By extracting the effective text through the previous steps and numbering it via the depth-first method described above, we obtain a sequence regarding text positions. We will find that the difference in numbering within the same module is relatively small, while the difference between different modules is relatively large. For example, the position numbers of the title, date, and content of the same article are very close, and the position numbers of the title, date, and reply content of a post on the same floor are also relatively close, as shown below. This induces us to use these position numbers to further cluster the effective text.
To this end, we examine the differential graph of the position sequence and describe the floor boundaries of the actual situation with red dashed lines, resulting in the following figure:

The result of taking the differential of the position numbering sequence, using the index of the differential sequence as the x-axis and the differential result as the y-axis.
The figure above shows a very obvious pattern: the boundaries of each floor are basically at the local maximums of the differential sequence. Therefore, we can use this scheme to perform segmentation-style clustering, splitting the text at local peaks. This clustering method has excellent properties, such as:
1. It can automatically determine the number of clusters, meaning we don't need to know in advance exactly how many floors there are;
2. It adapts to special cases. For example, if the second and third to last floors are wider than other floors because they contain comments within the floor (so-called "floor-within-floor"), this pattern still holds true even if the content is more extensive.

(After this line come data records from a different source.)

"""Mixed-integer programs for the rebalancer, solved by HiGHS through ``scipy.optimize.milp``.

Variables
---------
* ``x_o ∈ {0, 1}``: free circuit ``owner[o]`` takes option ``o``; each
  free circuit takes exactly one option.
* ``V_p,h`` (real and imaginary parts): line current of phase p at order h,
  ``V = base + Σ_o x_o·contrib_o`` — linear in ``x`` because the engine's
  currents add (:mod:`tri.rebalance.problem`).
* ``N_h``: neutral current at the non-triplen orders (when a neutral limit
  is set; the triplen part is the same for every plan).

Constraints shared by every model: one option per circuit; the move budget
``Σ_{placed} (1 - x_current) + Σ displaced ≤ K``; slot capacity on
two-column panels (slots per phase, and the exact window geometry of 2-
and 3-pole breakers — consecutive rows of one column, a breaker that stays
blocks its window, a 1-pole one can be displaced at the cost of a move;
see ``_windows_block``); the neutral limit as cuts ``<N, u> ≤ N_max'``
(Theorem 3 of :mod:`tri.rebalance.polygon`).

Lower bounds on a phase RMS current (both models, :func:`_lower_block`)
-----------------------------------------------------------------------
Order by order: ``a_h ≥ <I_p,h, d>`` over polygon directions (the
fundamental's every degree over the angles it can reach, error 0.0038 %,
Theorem 1; each harmonic's around the circle), then a harmonic RMS
``g ≥ Σ_{h>1} w_h·a_h`` over unit magnitude profiles ``w``, then
``R_p ≥ cos β·a_1 + sin β·g`` over a grid of tilts β. Every row holds at
every plan; the directions, profile and tilt of each plan the solver
proposes are added, so the bound is exact there (like an
outer-approximation cut, Theorem 3) and close wherever the *magnitudes*
of the orders are like those of a plan seen, whatever their angles.

Balance model (:func:`solve_balance`)
-------------------------------------
Minimise ``T`` subject to ``T ≥`` the lower bound of every phase. The
program is a relaxation: its optimum (or HiGHS's dual bound) is a proven
lower bound on the largest phase RMS current of every plan, and a plan
whose exact value reaches it is optimal. The floor ``F`` is a second
bound. This min-max problem is like number partitioning: proofs at tight
gaps are rare, so the search stops once a plan is within ``stop_gap`` of
``F``.

Target model (:func:`solve_target`)
-----------------------------------
Minimise the number of moves subject to the target on the *exact*
deviation ``|R_p - mean R| ≤ t·mean R`` for every phase. ``R_p`` is a
magnitude on both sides, so the program must bound it from above too,
which a magnitude (a convex function) only allows piecewise:

* *Lower side*: as above; and ``R_p ≥ (1 - t)·F`` (a plan meeting the
  target has ``R_p ≥ (1-t)·mean`` and the mean is at least ``F``).
* *Upper side, sector rows*: the angles the fundamental can take within
  the move budget (support function of its reachable set,
  :func:`tri.rebalance.polygon.reach_from_support`) are cut into sectors; a
  binary per sector says which one holds the current, where Theorem 2
  bounds ``|z|`` from above; one extra row bounds it over the whole cone
  without a binary (looser, but it holds in the LP relaxation, which makes
  the root bound useful). Harmonics: ``R = sqrt(|z|² + G²)`` with
  ``G² ≤ q``, the square of the harmonic part as a function of the options
  (:mod:`tri.rebalance.squares`: exact linear terms, the products of
  options bounded by partner, count and Cauchy-Schwarz bounds, and
  exactly — Glover's linearisation — for the options of plans the solver
  proposed); ``sqrt(s² + q)`` is bounded by its tangent in ``q`` and its
  chord in ``s``.
* *Upper side, centred rows* (budgets of at most
  :data:`CENTRED_MAX_CHANGED` changed circuits): ``R_p²`` itself, centred
  on the current plan, with the same bounds on its products, and
  ``R_p ≤ (R_p² + ρ²)/(2ρ)`` for a grid of ``ρ`` (tangents of the concave
  square root). Exact for a phase no move touches and for a phase one
  move touches — the cases where the sector rows are loosest, since a
  phase's harmonic RMS enters them through its smallest possible
  fundamental.
* *Upper side, exact-square model* (small panels with harmonics, after a
  failed proposal): ``R_p²`` with every product of options (McCormick's
  inequalities, exact at integer points) and the same tangents.

With these, **every plan that meets the target exactly satisfies the
program** (it is a relaxation): when the program has no solution with
``k`` moves, no plan with ``k`` moves exists, which is how ``optimal`` is
proven. A plan the program proposes is checked exactly; if it fails (it is
within the slack of the target), the model learns from it (lower-bound
directions, exact products of its options, a tangent at its RMS
currents), is refined (narrower sectors, the exact-square model) and, at
the finest level, the plan is excluded by a no-good cut. Each step keeps
the program a relaxation, so its optimum stays a proven lower bound on
the moves.

When the budget is small enough, the proof is instead a count of every
plan with that many moves, each checked exactly
(:mod:`tri.rebalance.exhaust`); it ignores slot capacity, so it rules out
a superset. Once a plan is known, HiGHS's primal heuristics are off: the
call is then a proof, and they took most of its time.

The approximations are only in what the program accepts; every figure a
plan reports is computed exactly (and again by the engine on the final
schedule).

HiGHS runs with its log off (``disp=False``); the native library can still
print a stray line outside Python's control, so the command line sends the
process's standard output elsewhere while it runs (a user interface should
do the same, or run the search in a subprocess).
"""

from __future__ import annotations

import math
import warnings
from collections.abc import Callable
from dataclasses import dataclass, field

import numpy as np
from scipy.optimize import Bounds, LinearConstraint, milp
from scipy.sparse import coo_matrix

from tri.rebalance.control import Control
from tri.rebalance.exhaust import enumeration_fits, plans_within
from tri.rebalance.heuristic import Goal
from tri.rebalance.polygon import (
    DEFAULT_SIDES,
    Reach,
    polygon_directions,
    reach_from_support,
    sectors,
)
from tri.rebalance.problem import Problem, rms, spectra
from tri.rebalance.realise import occupants, windows
from tri.rebalance.squares import CrossBound, SquareBound, changed_max, gram, square_bound

#: Sector widths of the target model, coarse to fine [deg]; upper-bound
#: errors ``1/cos(w/2) - 1`` of 0.24 %, 0.034 %, 0.0038 % (levels pair with
#: :data:`TANGENT_ERRORS` in the exact-square model).
SECTOR_WIDTHS_DEG = (4.0, 2.0, 1.0)
#: Spacing of the lower-bound polygon over a phase's reachable angles [deg]
#: (error ``1 - cos(0.5°)`` = 0.0038 %).
LOWER_STEP_DEG = 1.0
#: Directions used for the reachable-set support function [-].
REACH_DIRECTIONS = 72
#: Relative improvement the balance model must find over the incumbent [-].
IMPROVE = 1e-7
#: Relative gap at which a balance plan counts as proven optimal [-].
PROVEN_GAP = 1e-6

Verifier = Callable[[np.ndarray], tuple[bool, bool]]
"""``verify(assign) -> (meets the goal and the budget exactly, realisable in slots)``."""
Counter = Callable[[np.ndarray], int]
"""``count(assign) -> breakers relocated`` (slot realisation included)."""


@dataclass
class Outcome:
    """What a solver loop found.

    Attributes
    ----------
    assign : int ndarray or None
        Best plan (option per free circuit), None if none meets the goal.
    proven : bool
        True when the plan is proven optimal (or, with no plan, the goal is
        proven impossible).
    bound : float or None
        Proven lower bound on the objective: moves (target) or the largest
        phase RMS current [A] (balance).
    solver_calls : int
        HiGHS calls made.
    notes : list of str
        Plain remarks for the report.
    """

    assign: np.ndarray | None
    proven: bool
    bound: float | None
    solver_calls: int = 0
    notes: list[str] = field(default_factory=list)


# -- model assembly ------------------------------------------------------------------
class _Model:
    """Sparse rows and typed variables, assembled for one ``milp`` call."""

    def __init__(self) -> None:
        self.lb: list[np.ndarray] = []
        self.ub: list[np.ndarray] = []
        self.integer: list[np.ndarray] = []
        self.n = 0
        self.rows: list[np.ndarray] = []
        self.cols: list[np.ndarray] = []
        self.vals: list[np.ndarray] = []
        self.row_lo: list[np.ndarray] = []
        self.row_hi: list[np.ndarray] = []
        self.n_rows = 0

    def var(self, count: int, lb, ub, integer: bool = False) -> int:
        start = self.n
        self.lb.append(np.broadcast_to(np.asarray(lb, dtype=float), (count,)).copy())
        self.ub.append(np.broadcast_to(np.asarray(ub, dtype=float), (count,)).copy())
        self.integer.append(np.full(count, 1 if integer else 0, dtype=np.uint8))
        self.n += count
        return start

    def row(self, cols, vals, lo: float, hi: float) -> None:
        cols = np.asarray(cols, dtype=np.int64).ravel()
        self.rows.append(np.full(cols.size, self.n_rows, dtype=np.int64))
        self.cols.append(cols)
        self.vals.append(np.asarray(vals, dtype=float).ravel())
        self.row_lo.append(np.array([lo], dtype=float))
        self.row_hi.append(np.array([hi], dtype=float))
        self.n_rows += 1

    def block(self, cols, vals, lo, hi) -> None:
        """Rows of equal length at once: ``cols`` and ``vals`` of shape (rows, k)."""
        cols = np.atleast_2d(np.asarray(cols, dtype=np.int64))
        vals = np.broadcast_to(np.asarray(vals, dtype=float), cols.shape)
        k = cols.shape[0]
        if k == 0:
            return
        self.rows.append(np.repeat(np.arange(self.n_rows, self.n_rows + k), cols.shape[1]))
        self.cols.append(cols.ravel())
        self.vals.append(np.ascontiguousarray(vals).ravel())
        self.row_lo.append(np.broadcast_to(np.asarray(lo, dtype=float), (k,)).copy())
        self.row_hi.append(np.broadcast_to(np.asarray(hi, dtype=float), (k,)).copy())
        self.n_rows += k

    def solve(
        self,
        cost: np.ndarray,
        time_limit: float,
        gap: float = 1e-6,
        presolve: bool = True,
        heuristics: bool = True,
    ):
        n_rows = self.n_rows
        a = coo_matrix(
            (np.concatenate(self.vals), (np.concatenate(self.rows), np.concatenate(self.cols))),
            shape=(n_rows, self.n),
        ).tocsr()
        with warnings.catch_warnings():
            warnings.simplefilter("ignore")
            return milp(
                cost,
                integrality=np.concatenate(self.integer),
                bounds=Bounds(np.concatenate(self.lb), np.concatenate(self.ub)),
                constraints=LinearConstraint(
                    a, np.concatenate(self.row_lo), np.concatenate(self.row_hi)
                ),
                options={
                    "disp": False,
                    "time_limit": max(0.01, float(time_limit)),
                    "mip_rel_gap": gap,
                    "presolve": presolve,
                    **({} if heuristics else _NO_HEURISTICS),
                },
            )
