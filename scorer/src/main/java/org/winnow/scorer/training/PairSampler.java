package org.winnow.scorer.training;

import java.util.ArrayList;
import java.util.List;
import java.util.SplittableRandom;
import java.util.TreeMap;

/**
 * Class-balanced pair sampling: the anchor's class is drawn uniformly over classes (not over
 * examples), so a class with three members is seen as often as one with three thousand; half of the
 * pairs are positives (another member of the same class), half negatives (a member of a class drawn
 * uniformly among the others).
 */
final class PairSampler {
    private final int[][] members;
    private final SplittableRandom rng;

    PairSampler(int[] labels, SplittableRandom rng) {
        TreeMap<Integer, List<Integer>> byClass = new TreeMap<>();
        for (int i = 0; i < labels.length; i++) {
            byClass.computeIfAbsent(labels[i], x -> new ArrayList<>()).add(i);
        }
        members = new int[byClass.size()][];
        int c = 0;
        for (List<Integer> list : byClass.values()) {
            members[c++] = list.stream().mapToInt(Integer::intValue).toArray();
        }
        this.rng = rng;
    }

    /** Fills {@code a[i], b[i], same[i]} for {@code i < count}. */
    void sample(int count, int[] a, int[] b, boolean[] same) {
        int classes = members.length;
        for (int i = 0; i < count; i++) {
            int ca = rng.nextInt(classes);
            int[] in = members[ca];
            int px = rng.nextInt(in.length);
            int x = in[px];
            boolean positive = rng.nextBoolean();
            if (positive && in.length >= 2) {
                int py = rng.nextInt(in.length - 1);
                b[i] = in[py >= px ? py + 1 : py];
                same[i] = true;
            } else if (classes >= 2) {
                int cb = rng.nextInt(classes - 1);
                if (cb >= ca) {
                    cb++;
                }
                int[] other = members[cb];
                b[i] = other[rng.nextInt(other.length)];
                same[i] = false;
            } else {
                b[i] = x;
                same[i] = true;
            }
            a[i] = x;
        }
    }
}
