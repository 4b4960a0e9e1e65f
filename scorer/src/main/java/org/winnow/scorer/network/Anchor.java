package org.winnow.scorer.network;

import org.winnow.geometry.Configuration;
import org.winnow.geometry.cohomology.H11Estimator;
import org.winnow.geometry.hodge.Basis;
import org.winnow.geometry.hodge.RefinedH11Estimator;
import org.winnow.geometry.hodge.RefinedTupleEstimator;
import org.winnow.geometry.hodge.TupleEstimate;

/**
 * What a model of file version 4 anchors on: for three-folds and four-folds the candidate's Hodge tuple
 * with the basis of every value ({@link RefinedTupleEstimator}), whose h11 is the anchor coordinate and
 * the value the neighbours' corrections are added to; for other dimensions, which have no tuple, the
 * h11-only anchor ({@link RefinedH11Estimator}). The two first-page terms the network also reads come
 * from {@link H11Estimator}, as before, so that the input features keep their meaning.
 *
 * <p>With {@link #deferEngine(boolean)} on, the tuple comes from
 * {@link RefinedTupleEstimator#estimateDeferred}, given the settled first-page h11: the engine is skipped
 * where the first page proves h11 or reads it settled (so the h11-only anchor's cost, and the same h11,
 * features and neighbours wherever the settled reading is right), and {@link #deferred()} says when
 * values were left wider than {@code estimate} would leave them. A scan turns it on and completes only
 * the candidates whose verdict hinges on such a value; training and evaluation leave it off.
 *
 * <p>NOT thread-safe (it owns estimators): one per workspace.
 */
public final class Anchor {
    private final RefinedTupleEstimator tuples = new RefinedTupleEstimator();
    private final H11Estimator firstPage = new H11Estimator();
    private final RefinedH11Estimator otherDimensions = new RefinedH11Estimator();
    private TupleEstimate tuple;
    private int h11;
    private boolean plainFirstPage;
    private boolean deferEngine;

    /**
     * Anchors {@code c} (exact Euler characteristic {@code chi}) and writes global features 8 to 11 at
     * {@code out[off + 8..11]}: the anchor h11, its excess over the rows, and two first-page terms.
     */
    public void compute(Configuration c, long chi, double[] out, int off) {
        int d = c.dimension();
        long eulerOne;
        long conormalExcess;
        if (d == 3 || d == 4) {
            int page = firstPage.estimate(c);
            tuple = deferEngine ? tuples.estimateDeferred(c, chi, firstPage.settled() ? page : -1)
                    : tuples.estimate(c, chi);
            h11 = Math.toIntExact(tuple.h11().value());
            plainFirstPage = firstPage.settled() && page == h11;
            eulerOne = firstPage.eulerOne();
            conormalExcess = Math.max(0, firstPage.conormalTwo() - firstPage.eulerTwo());
        } else {
            tuple = null;
            h11 = otherDimensions.estimate(c);
            plainFirstPage = otherDimensions.source() == RefinedH11Estimator.Source.FIRST_PAGE;
            eulerOne = otherDimensions.eulerOne();
            conormalExcess = Math.max(0, otherDimensions.conormalTwo() - otherDimensions.eulerTwo());
        }
        out[off + 8] = h11;
        out[off + 9] = h11 - c.rows();
        out[off + 10] = eulerOne;
        out[off + 11] = conormalExcess;
    }

    /** Turns the deferred engine on or off for the configurations anchored from now on. */
    public void deferEngine(boolean on) {
        deferEngine = on;
    }

    /** True iff the deferred engine is on. */
    public boolean deferring() {
        return deferEngine;
    }

    /**
     * True iff the engine was deferred on the last configuration and the tuple's h21, h31 or h22 may be
     * wider than the complete estimate's (see {@link RefinedTupleEstimator#lastDeferred()}).
     */
    public boolean deferred() {
        return tuple != null && deferEngine && tuples.lastDeferred();
    }

    /** The anchor h11 of the last configuration. */
    public int h11() {
        return h11;
    }

    /** The tuple of the last configuration; null for dimensions other than 3 and 4. */
    public TupleEstimate tuple() {
        return tuple;
    }

    /** True iff the last anchor h11 is a proof (a settled first page or the engine's exact value). */
    public boolean h11Proved() {
        return tuple != null ? tuple.h11().isProved()
                : otherDimensions.source() == RefinedH11Estimator.Source.ENGINE_EXACT;
    }

    /**
     * How the last anchor h11 was found, in the terms of the h11-only anchor: {@code FIRST_PAGE} when it is
     * the settled first-page reading itself (what a port that reads only the first page reproduces).
     */
    public RefinedH11Estimator.Source source() {
        if (tuple == null) {
            return otherDimensions.source();
        }
        if (plainFirstPage) {
            return RefinedH11Estimator.Source.FIRST_PAGE;
        }
        Basis b = tuple.h11().basis();
        return b == Basis.PROVED ? RefinedH11Estimator.Source.ENGINE_EXACT
                : b == Basis.BOUNDED ? RefinedH11Estimator.Source.ENGINE_BOUNDED : RefinedH11Estimator.Source.UNSETTLED;
    }
}
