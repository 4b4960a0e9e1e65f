package org.winnow.scorer.training;

/** The margin contrastive loss of one pair and its gradient with respect to the first embedding. */
final class ContrastiveLoss {
    private ContrastiveLoss() {}

    /**
     * Returns the loss, {@code D^2} for a same-class pair and {@code max(0, margin - D)^2} otherwise,
     * and writes {@code dL/dx} to {@code grad}; {@code dL/dy} is its negative.
     */
    static double pair(double[] x, double[] y, boolean same, double margin, double[] grad) {
        double d2 = 0;
        for (int i = 0; i < x.length; i++) {
            double diff = x[i] - y[i];
            d2 += diff * diff;
        }
        if (same) {
            for (int i = 0; i < x.length; i++) {
                grad[i] = 2 * (x[i] - y[i]);
            }
            return d2;
        }
        double d = Math.sqrt(d2);
        if (d >= margin || d == 0) {
            // At D = 0 the direction is undefined; the pair is left to the other pairs to separate.
            java.util.Arrays.fill(grad, 0);
            return d >= margin ? 0 : margin * margin;
        }
        double f = -2 * (margin - d) / d;
        for (int i = 0; i < x.length; i++) {
            grad[i] = f * (x[i] - y[i]);
        }
        return (margin - d) * (margin - d);
    }
}
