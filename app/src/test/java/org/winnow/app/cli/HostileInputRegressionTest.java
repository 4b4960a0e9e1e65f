package org.winnow.app.cli;

import static org.junit.jupiter.api.Assertions.assertEquals;
import static org.junit.jupiter.api.Assertions.assertFalse;
import static org.junit.jupiter.api.Assertions.assertNotEquals;
import static org.junit.jupiter.api.Assertions.assertThrows;
import static org.junit.jupiter.api.Assertions.assertTrue;
import static org.junit.jupiter.api.Assumptions.assumeTrue;

import java.io.File;
import java.io.IOException;
import java.io.PrintWriter;
import java.io.StringWriter;
import java.nio.charset.StandardCharsets;
import java.nio.file.Files;
import java.nio.file.Path;
import java.util.ArrayList;
import java.util.List;
import org.junit.jupiter.api.Test;
import org.junit.jupiter.api.io.TempDir;
import org.winnow.pipeline.text.BoundedLineReader;
import org.winnow.scorer.rules.RuleException;
import org.winnow.scorer.rules.RulesFile;
import picocli.CommandLine;
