package org.winnow.scorer.training;

import org.winnow.geometry.Checks;
import org.winnow.scorer.network.Architecture;

/**
 * Hyperparameters of one training run.
 *
 * @param architecture the network shape
 * @param epochs number of epochs; an epoch is {@code max(2048, 2 n)} sampled pairs for n examples
 * @param pairsPerBatch pairs per Adam step
 * @param learningRate initial Adam step size, decayed by a cosine to a twentieth of it
 * @param margin the contrastive margin: pairs of different classes are pushed at least this far apart
 * @param seed the only source of randomness (initial weights and pair sampling)
 * @param threads worker threads; the result does not depend on it (see {@link Trainer})
 * @param k neighbours that vote
 * @param noveltyK which neighbour's distance measures novelty
 * @param labelSource where the labels came from, recorded in the model
 */
public record TrainingOptions(Architecture architecture, int epochs, int pairsPerBatch, double learningRate,
        double margin, long seed, int threads, int k, int noveltyK, String labelSource) {
    public TrainingOptions {
        Checks.requireArgument(epochs >= 0, "epochs must not be negative: %s", epochs);
        Checks.requireArgument(pairsPerBatch >= 1, "pairs per batch must be positive: %s", pairsPerBatch);
        Checks.requireArgument(learningRate > 0 && learningRate < 1, "learning rate must be in (0, 1): %s",
                learningRate);
        Checks.requireArgument(margin > 0, "margin must be positive: %s", margin);
        Checks.requireArgument(threads >= 1, "threads must be positive: %s", threads);
        Checks.requireArgument(k >= 1, "k must be positive: %s", k);
        Checks.requireArgument(noveltyK >= 1, "novelty neighbour must be positive: %s", noveltyK);
    }

    /** The defaults for embedding dimension {@code dim}. */
    public static TrainingOptions defaults(int dim, long seed) {
        return new TrainingOptions(Architecture.defaults(dim), 40, 128, 3e-3, 1.0, seed, 2, 7, 1, "unspecified");
    }

    public TrainingOptions withEpochs(int e) {
        return new TrainingOptions(architecture, e, pairsPerBatch, learningRate, margin, seed, threads, k, noveltyK,
                labelSource);
    }

    public TrainingOptions withThreads(int t) {
        return new TrainingOptions(architecture, epochs, pairsPerBatch, learningRate, margin, seed, t, k, noveltyK,
                labelSource);
    }

    public TrainingOptions withArchitecture(Architecture a) {
        return new TrainingOptions(a, epochs, pairsPerBatch, learningRate, margin, seed, threads, k, noveltyK,
                labelSource);
    }

    public TrainingOptions withLabelSource(String source) {
        return new TrainingOptions(architecture, epochs, pairsPerBatch, learningRate, margin, seed, threads, k,
                noveltyK, source);
    }

    public TrainingOptions withNeighbours(int voteK, int novelK) {
        return new TrainingOptions(architecture, epochs, pairsPerBatch, learningRate, margin, seed, threads, voteK,
                novelK, labelSource);
    }
}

This shows that using this pattern to block text and divide different floors is quite reliable. Furthermore, this clustering can be run repeatedly to adapt to different granularity requirements. In fact, for forums, running it approximately $1 \sim 2$ times is enough to obtain the floor division.
Finally, specifically for forums, we categorize the content of each text area. To avoid complicates the crawler and ensure the efficiency of the crawler itself, the recognition methods used here are relatively simple and are purely rule-based classifications.
Title recognition is relatively simple because normal page source codes contain a <title> field, which basically contains complete title information. Therefore, we just need to extract the title directly using regular expressions.
In Chinese forums, several date formats are common:
2017-1-9 15:42
2017年 1月 9日 15:42
3小时前 (3 hours ago)
昨天 20:48 (Yesterday 20:48)
The first two date formats are easier to recognize, while the latter two are more difficult. The latter two formats mainly appear in posts published within a short period on certain forums and usually automatically revert to the first two formats after a day or two.
In this case, from the perspective of simplicity and stability, we can adopt a compromise strategy: do not recognize the dates for this part of the short-term posts on these websites and save them mixed together. From a continuous monitoring perspective, after a day or two, we will be able to recognize the dates. This neither affects the real-time nature of monitoring nor makes the program simpler and more reliable.
In fact, identifying the author (the poster) is quite difficult; we have not found an effective algorithm to complete a universal author recognition model. also, considering that the value of identifying the poster is not particularly high, we ultimately abandoned this part of the recognition work.
After identifying the time, the single text area is split into upper and lower halves by the time. We assume that one of the two halves is the main content. To identify which half is the body, we perform global statistics on both halves respectively and compare which half contains more Chinese characters. The half with more is considered the main content.
Of course, from a more rigorous perspective, one could follow the academic thinking in the previous article and use a language model to determine which part is closer to natural language, thereby identifying the main body. However, the efficiency of this scheme is low, and since we are primarily concerned with crawling Chinese content, we excluded this scheme from our experiments.